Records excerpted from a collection
◆ ◆ ◆ ◆ ◆
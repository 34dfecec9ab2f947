//! Panel, robustness, figures and checks sheets.

use std::collections::HashSet;

use rust_xlsxwriter::{Workbook, Worksheet, XlsxError};

use super::robustness_cells::{robustness_cells, robustness_labels, robustness_topics};
use super::style::{self, Shown, Widths, write_one};
use crate::eval::{
    Block, FigureKind, GAP_NOTE_IQR, GAP_WARN_IQR, One, PANEL_FIGURES, PANEL_LABELS, PanelEntry,
    Reason, Results, Topic, group_label,
};
use crate::stats::{
    BOOTSTRAP_MIN_VALUES, DEFAULT_RESAMPLES, DEFAULT_SEED, EXACT_UP_TO, SHAPE_NOTE_CUTOFF,
};

/// Sheet names in use, so every new one is unique and at most 31 characters.
#[derive(Default)]
pub struct SheetNames(HashSet<String>);

/// Sheet names a block may not take: the Record sheet, which `--compare`
/// finds by its name, and "History", which spreadsheet programs keep for
/// themselves.
const RESERVED: &[&str] = &[crate::history::RECORD_SHEET, "History"];

/// Most UTF-16 units in a sheet name.
const NAME_LIMIT: usize = 31;

impl SheetNames {
    /// A free sheet name close to `wanted`: characters a sheet name cannot
    /// hold dropped, apostrophes at either end removed, cut to 31 UTF-16
    /// units, and numbered when taken (or reserved).
    pub fn claim(&mut self, wanted: &str) -> String {
        let cleaned: String = wanted
            .chars()
            .filter(|c| !"[]:*?/\\".contains(*c) && !c.is_control())
            .collect();
        let trimmed = cleaned.trim_matches(|c: char| c == '\'' || c.is_whitespace());
        let base = if trimmed.is_empty() { "Sheet" } else { trimmed };
        let mut name = cut_to_units(base, NAME_LIMIT);
        let mut n = 2;
        while self.is_reserved(&name) || !self.0.insert(name.to_lowercase()) {
            let suffix = format!(" {n}");
            name = cut_to_units(base, NAME_LIMIT - suffix.len()) + &suffix;
            n += 1;
        }
        name
    }

    /// One of the reserved names, for the sheet it is kept for.
    pub fn claim_reserved(&mut self, name: &str) -> String {
        self.0.insert(name.to_lowercase());
        name.to_string()
    }

    fn is_reserved(&self, name: &str) -> bool {
        RESERVED.iter().any(|r| r.eq_ignore_ascii_case(name))
    }
}
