/// A workbook whose one sheet is `first` then `row` `times` over, deflated
/// and streamed into the zip so the test never holds the sheet.
fn deflated_xlsx(path: &Path, first: &str, row: &str, times: usize) {
    use zip::write::SimpleFileOptions;
    let deflated = SimpleFileOptions::default()
        .compression_method(zip::CompressionMethod::Deflated)
        .compression_level(Some(9));
    let mut zip = zip::ZipWriter::new(std::fs::File::create(path).unwrap());
    workbook_parts(&mut zip);
    zip.start_file("xl/worksheets/sheet1.xml", deflated)
        .unwrap();
    zip.write_all(SHEET_HEAD.as_bytes()).unwrap();
    zip.write_all(first.as_bytes()).unwrap();
    let chunk = row.repeat(1000);
    for _ in 0..times / 1000 {
        zip.write_all(chunk.as_bytes()).unwrap();
    }
    zip.write_all(SHEET_TAIL.as_bytes()).unwrap();
    zip.finish().unwrap();
}

/// Outputs that cannot fit are refused as soon as their groups are known,
/// before their figures are computed, with the statement named: a histogram
/// per key of 100,000 keys (100,000 charts), and checks per key whose
/// results overflow the Checks sheet's rows.
#[test]
fn charts_and_checks_beyond_a_result_are_refused_before_the_work() {
    let dir = tempfile::tempdir().unwrap();
    let mut csv = String::from("key,x\n");
    for i in 0..100_000 {
        csv.push_str(&format!("k{i},{}\n", i % 7));
    }
    let o = run_recipe(dir.path(), "histogram x per key\n", &csv, &[]);
    assert_eq!(o.status.code(), Some(2), "{}", text(&o));
    assert!(
        text(&o).contains("the histogram of x brings the charts to 100000, more than the 500"),
        "{}",
        text(&o)
    );
    let checks: String = (0..11)
        .map(|c| format!("check \"c{c}\" warn per key: max(x) < 10\n"))
        .collect();
    let o = run_recipe(dir.path(), &checks, &csv, &[]);
    assert_eq!(o.status.code(), Some(2), "{}", text(&o));
    assert!(
        text(&o).contains("check \"c10\" brings the checks to 1100011 results"),
        "{}",
        text(&o)
    );
    assert!(!dir.path().join("out.xlsx").exists());
}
◆ ◆ ◆ ◆ ◆
→ Your goal:
From the data above, show each line that contains "whose".

→ Reply:
/// A workbook whose one sheet is `first` then `row` `times` over, deflated
/// per key of 100,000 keys (100,000 charts), and checks per key whose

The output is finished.